● Exercise objective:
Restate word for word the entries below, starting with the line with "private readonly LocalUnit? local;" and continuing through the line with "curves = new". Include both of those lines and no others.

Top of Exercise inputs

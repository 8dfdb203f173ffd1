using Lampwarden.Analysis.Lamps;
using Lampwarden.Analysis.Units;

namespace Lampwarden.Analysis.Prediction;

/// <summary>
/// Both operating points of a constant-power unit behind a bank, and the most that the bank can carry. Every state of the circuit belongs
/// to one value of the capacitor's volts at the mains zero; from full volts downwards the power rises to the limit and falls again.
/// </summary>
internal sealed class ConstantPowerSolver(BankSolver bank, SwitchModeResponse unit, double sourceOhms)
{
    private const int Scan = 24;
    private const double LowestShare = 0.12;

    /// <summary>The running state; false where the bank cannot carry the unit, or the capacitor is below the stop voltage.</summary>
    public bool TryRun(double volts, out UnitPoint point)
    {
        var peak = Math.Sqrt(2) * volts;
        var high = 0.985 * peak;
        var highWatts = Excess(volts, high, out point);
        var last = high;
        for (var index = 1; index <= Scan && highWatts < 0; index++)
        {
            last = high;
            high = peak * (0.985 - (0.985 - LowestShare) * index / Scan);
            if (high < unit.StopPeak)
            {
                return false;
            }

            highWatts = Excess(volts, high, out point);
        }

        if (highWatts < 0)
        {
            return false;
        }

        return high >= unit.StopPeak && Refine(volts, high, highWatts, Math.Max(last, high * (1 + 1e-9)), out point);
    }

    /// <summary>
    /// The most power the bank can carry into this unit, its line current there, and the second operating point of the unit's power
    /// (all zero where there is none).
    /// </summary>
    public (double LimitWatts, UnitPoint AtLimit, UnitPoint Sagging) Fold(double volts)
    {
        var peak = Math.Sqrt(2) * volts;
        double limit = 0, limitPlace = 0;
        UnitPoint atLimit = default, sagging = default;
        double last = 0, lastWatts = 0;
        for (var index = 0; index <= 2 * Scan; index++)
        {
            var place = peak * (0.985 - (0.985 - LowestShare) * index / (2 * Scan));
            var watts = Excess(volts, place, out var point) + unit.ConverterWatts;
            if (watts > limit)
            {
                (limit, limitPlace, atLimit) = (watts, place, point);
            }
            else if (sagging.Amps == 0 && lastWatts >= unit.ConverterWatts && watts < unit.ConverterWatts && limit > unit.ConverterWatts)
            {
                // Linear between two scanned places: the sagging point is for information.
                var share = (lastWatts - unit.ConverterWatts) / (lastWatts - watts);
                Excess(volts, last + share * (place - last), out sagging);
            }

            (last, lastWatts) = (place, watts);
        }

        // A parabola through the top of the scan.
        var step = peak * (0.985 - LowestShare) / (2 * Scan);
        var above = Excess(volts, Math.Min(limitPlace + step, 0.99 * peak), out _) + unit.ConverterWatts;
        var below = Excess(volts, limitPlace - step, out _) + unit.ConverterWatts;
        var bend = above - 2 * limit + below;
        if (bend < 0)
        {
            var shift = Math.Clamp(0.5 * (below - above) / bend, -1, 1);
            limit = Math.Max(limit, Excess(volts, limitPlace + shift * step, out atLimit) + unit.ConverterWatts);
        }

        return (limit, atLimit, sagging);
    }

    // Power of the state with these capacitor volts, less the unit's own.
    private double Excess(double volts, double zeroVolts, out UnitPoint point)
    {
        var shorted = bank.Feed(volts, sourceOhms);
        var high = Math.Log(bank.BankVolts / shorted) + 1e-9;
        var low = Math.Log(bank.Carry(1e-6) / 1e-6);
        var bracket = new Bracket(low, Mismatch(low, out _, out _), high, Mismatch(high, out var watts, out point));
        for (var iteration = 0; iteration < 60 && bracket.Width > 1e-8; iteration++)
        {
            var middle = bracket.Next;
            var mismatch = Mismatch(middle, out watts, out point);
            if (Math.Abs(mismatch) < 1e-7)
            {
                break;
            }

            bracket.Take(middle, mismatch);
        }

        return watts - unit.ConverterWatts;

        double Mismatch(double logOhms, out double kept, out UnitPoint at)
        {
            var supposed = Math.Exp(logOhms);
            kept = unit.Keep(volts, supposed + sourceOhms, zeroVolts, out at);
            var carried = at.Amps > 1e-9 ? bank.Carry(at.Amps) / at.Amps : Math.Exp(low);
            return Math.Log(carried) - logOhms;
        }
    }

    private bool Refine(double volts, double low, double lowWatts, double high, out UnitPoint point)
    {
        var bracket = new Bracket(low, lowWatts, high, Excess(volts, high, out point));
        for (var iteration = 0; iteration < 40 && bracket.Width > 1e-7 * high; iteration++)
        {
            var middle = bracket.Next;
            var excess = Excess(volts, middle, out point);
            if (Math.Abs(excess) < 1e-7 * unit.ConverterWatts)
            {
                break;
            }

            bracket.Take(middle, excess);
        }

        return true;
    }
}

Bottom of Exercise inputs
Top of Exercise inputs

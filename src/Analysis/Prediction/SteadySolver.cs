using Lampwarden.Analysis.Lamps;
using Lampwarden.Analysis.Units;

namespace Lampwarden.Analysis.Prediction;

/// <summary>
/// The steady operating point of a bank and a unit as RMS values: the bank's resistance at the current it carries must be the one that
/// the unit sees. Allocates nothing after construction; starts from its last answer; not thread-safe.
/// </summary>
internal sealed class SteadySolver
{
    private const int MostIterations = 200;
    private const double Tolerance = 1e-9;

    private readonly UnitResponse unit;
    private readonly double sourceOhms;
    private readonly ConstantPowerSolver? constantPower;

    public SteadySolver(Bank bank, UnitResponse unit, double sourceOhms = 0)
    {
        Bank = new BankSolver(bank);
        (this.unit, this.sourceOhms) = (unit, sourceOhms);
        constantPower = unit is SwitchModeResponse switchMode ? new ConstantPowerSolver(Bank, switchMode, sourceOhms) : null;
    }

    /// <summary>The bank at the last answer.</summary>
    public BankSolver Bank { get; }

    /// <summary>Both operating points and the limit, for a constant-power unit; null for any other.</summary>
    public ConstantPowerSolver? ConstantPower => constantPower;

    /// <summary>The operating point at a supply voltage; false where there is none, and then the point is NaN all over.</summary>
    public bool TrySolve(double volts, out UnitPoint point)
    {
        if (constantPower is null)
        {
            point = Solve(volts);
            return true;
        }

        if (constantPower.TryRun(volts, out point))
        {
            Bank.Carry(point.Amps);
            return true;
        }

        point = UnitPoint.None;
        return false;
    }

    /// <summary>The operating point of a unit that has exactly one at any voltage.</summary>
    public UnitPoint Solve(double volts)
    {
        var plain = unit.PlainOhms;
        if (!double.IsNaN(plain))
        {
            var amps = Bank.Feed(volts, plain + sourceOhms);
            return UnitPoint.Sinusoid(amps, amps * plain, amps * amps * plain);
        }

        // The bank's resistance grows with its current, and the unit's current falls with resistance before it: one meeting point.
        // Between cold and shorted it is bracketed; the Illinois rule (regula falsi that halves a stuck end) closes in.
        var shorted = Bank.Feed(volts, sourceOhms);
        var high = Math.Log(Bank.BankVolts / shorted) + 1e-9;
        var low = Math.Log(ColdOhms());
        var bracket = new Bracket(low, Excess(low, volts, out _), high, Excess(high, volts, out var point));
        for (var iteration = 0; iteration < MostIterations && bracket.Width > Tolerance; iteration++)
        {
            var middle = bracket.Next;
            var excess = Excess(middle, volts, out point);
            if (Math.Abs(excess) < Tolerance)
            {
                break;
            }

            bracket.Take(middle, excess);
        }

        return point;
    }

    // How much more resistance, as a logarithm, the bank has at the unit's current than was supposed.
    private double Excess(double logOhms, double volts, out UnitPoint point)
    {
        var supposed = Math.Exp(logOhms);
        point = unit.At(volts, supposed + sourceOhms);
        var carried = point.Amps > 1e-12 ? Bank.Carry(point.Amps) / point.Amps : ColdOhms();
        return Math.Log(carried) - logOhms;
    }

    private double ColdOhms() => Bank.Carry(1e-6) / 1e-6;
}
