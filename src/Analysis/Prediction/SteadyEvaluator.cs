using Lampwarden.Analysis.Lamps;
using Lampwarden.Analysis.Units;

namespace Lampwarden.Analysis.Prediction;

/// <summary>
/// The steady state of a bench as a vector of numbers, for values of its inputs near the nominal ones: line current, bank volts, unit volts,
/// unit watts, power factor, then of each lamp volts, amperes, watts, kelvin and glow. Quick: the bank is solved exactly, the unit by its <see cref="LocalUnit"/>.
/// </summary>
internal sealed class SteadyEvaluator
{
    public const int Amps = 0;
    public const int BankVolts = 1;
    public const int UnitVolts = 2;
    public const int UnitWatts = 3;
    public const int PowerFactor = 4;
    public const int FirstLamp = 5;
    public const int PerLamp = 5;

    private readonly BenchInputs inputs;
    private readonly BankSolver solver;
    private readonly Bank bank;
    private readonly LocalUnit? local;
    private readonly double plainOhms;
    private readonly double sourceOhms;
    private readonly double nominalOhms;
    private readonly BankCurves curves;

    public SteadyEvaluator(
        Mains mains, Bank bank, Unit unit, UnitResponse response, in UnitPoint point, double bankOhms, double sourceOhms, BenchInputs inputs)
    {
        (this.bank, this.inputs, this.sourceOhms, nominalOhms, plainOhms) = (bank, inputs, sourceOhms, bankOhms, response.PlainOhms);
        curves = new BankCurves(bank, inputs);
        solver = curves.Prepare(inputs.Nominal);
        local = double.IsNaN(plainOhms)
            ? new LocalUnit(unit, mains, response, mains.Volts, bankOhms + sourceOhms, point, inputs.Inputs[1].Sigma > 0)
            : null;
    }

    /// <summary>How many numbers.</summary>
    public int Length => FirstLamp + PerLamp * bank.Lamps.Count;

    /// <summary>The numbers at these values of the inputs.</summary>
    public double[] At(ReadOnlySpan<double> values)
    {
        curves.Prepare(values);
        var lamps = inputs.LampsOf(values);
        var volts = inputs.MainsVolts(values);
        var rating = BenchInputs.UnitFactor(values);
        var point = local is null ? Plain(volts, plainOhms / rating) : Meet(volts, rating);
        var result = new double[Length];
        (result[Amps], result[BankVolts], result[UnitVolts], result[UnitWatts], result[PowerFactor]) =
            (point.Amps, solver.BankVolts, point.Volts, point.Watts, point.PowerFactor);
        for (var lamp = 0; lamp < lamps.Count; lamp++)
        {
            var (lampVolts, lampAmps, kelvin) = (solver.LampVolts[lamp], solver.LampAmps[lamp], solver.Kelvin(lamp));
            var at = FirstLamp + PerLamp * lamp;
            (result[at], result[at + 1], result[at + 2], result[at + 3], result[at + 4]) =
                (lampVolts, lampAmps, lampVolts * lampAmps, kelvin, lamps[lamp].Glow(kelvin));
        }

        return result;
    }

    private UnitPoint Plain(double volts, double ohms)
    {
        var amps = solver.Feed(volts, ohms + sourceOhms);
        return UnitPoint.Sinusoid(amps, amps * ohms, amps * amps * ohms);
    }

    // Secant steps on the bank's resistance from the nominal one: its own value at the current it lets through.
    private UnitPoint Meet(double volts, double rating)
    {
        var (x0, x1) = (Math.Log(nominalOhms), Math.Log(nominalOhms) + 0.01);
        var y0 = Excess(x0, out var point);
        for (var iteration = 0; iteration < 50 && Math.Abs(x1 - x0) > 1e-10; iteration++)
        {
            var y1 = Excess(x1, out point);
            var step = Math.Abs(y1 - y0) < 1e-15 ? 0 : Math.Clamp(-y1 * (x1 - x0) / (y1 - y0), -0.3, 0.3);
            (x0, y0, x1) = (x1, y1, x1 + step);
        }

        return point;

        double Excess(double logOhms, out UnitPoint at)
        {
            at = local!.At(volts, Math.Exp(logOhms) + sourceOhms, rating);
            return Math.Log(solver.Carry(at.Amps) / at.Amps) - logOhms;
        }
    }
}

Bottom of Exercise inputs

● Solution for this problem:
    private readonly LocalUnit? local;
    private readonly double plainOhms;
    private readonly double sourceOhms;
    private readonly double nominalOhms;
    private readonly BankCurves curves;

    public SteadyEvaluator(
        Mains mains, Bank bank, Unit unit, UnitResponse response, in UnitPoint point, double bankOhms, double sourceOhms, BenchInputs inputs)
    {
        (this.bank, this.inputs, this.sourceOhms, nominalOhms, plainOhms) = (bank, inputs, sourceOhms, bankOhms, response.PlainOhms);
        curves = new BankCurves(bank, inputs);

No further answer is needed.